6. An applicator as claimed in any one of claims 1 to 4, further comprising a settling device comprising a plurality of mutually inclined surfaces arranged one above the other so as to enable the particles to cascade from the uppermost surface (receiving the material deposited from the roller) onto the successive lower surfaces, the inclination of said surfaces and their friction coefficient being so selected that dust and other fines slide down successive surfaces at a rate approximating to the rate of decent of the particles thereby encouraging the dust and other fines to settle at the same rate as the particles and avoiding delayed dust settlement.

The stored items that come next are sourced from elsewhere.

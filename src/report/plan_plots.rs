//! The plan report's two charts, as SVG text drawn with plotters.
//!
//! * The operating characteristic: the chance that each plan passes, against the true rate, with
//!   the limit, the assumed rate and the consumer's risk (at most δ at the limit) marked.
//! * The sawtooth: the chance of passing at the assumed rate against the number of trials near the
//!   sample size for the wanted chance, showing where that chance is first reached and from where
//!   it holds. It is the picture behind the "held" rule: more trials do not always help.
//!
//! As in the run report's plots, text names a concrete family that the typst World serves and
//! plotters measures it with the same font bytes; ticks are computed here from integers and
//! labels carry a fixed number of decimals, so the SVG text is the same on every machine.

use plotters::coord::Shift;
use plotters::prelude::*;
use plotters::style::text_anchor::{HPos, Pos, VPos};

use typst::layout::Abs;
use typst::text::FontVariations;

use super::fonts::SANS_FAMILY;
use super::plots::{
    ACCENT, Frame, INK, LIMIT, draw_limit, house_chart, house_mesh, register_fonts, span_axis,
    white_canvas,
};
use crate::analysis::display::{self, Rounding};
use crate::plan::operating::{SawPoint, sawtooth};
use crate::plan::{PlanResults, min_trials, pass_probability};

const HELD: RGBColor = RGBColor(0xea, 0xf0, 0xf6);
/// Demonstration plans run from a light to a dark grey as the allowed events grow.
const RAMP_LIGHT: (u8, u8, u8) = (0xa8, 0xae, 0xb5);
const RAMP_DARK: (u8, u8, u8) = (0x3c, 0x42, 0x4a);

/// A number of trials as an axis label: grouped digits below a billion, else a power of ten.
/// (The run report's log axis switches at 10^7; the sawtooth's linear axis spans a narrow range
/// of large numbers, where switching form partway along would mix two styles on one axis.)
fn trials_label(v: f64) -> String {
    if v < 1e9 {
        return display::count(v.round().max(0.0) as u64);
    }
    let exp = v.log10().floor() as i32;
    let mantissa = v / 10f64.powi(exp);
    format!(
        "{}×10{}",
        (mantissa * 100.0).round() / 100.0,
        display::superscript(exp)
    )
}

7. A dust separator comprising in combination with means for feeding dust-contaminated particulate material, an inclined perforated surface for receiving said material from said feeding means and directing it onto a conveyor over at least part of the transverse extent thereof, the size of said perforations being selected such that dust can penetrate said surface to all onto said conveyor in advance of said particles, and the inclined length of said surface being such that the particles fall onto the conveyor after the dust so as to cover the same.

8. A settling device comprising in combination with means for feeding dust-contaminated particulate material, a plurality of mutually inclined surfaces arranged one above the other so as to enable the particles to cascade from the uppermost surface onto the successive lower surfaces, the inclination of said surfaces and their friction coefficient being so selected that dust and other fines slide down successive surfaces at a rate approximating to the rate of decent of the particles thereby encouraging the dust and other fines to settle at the same rate as the particles and avoiding delayed dust settlement.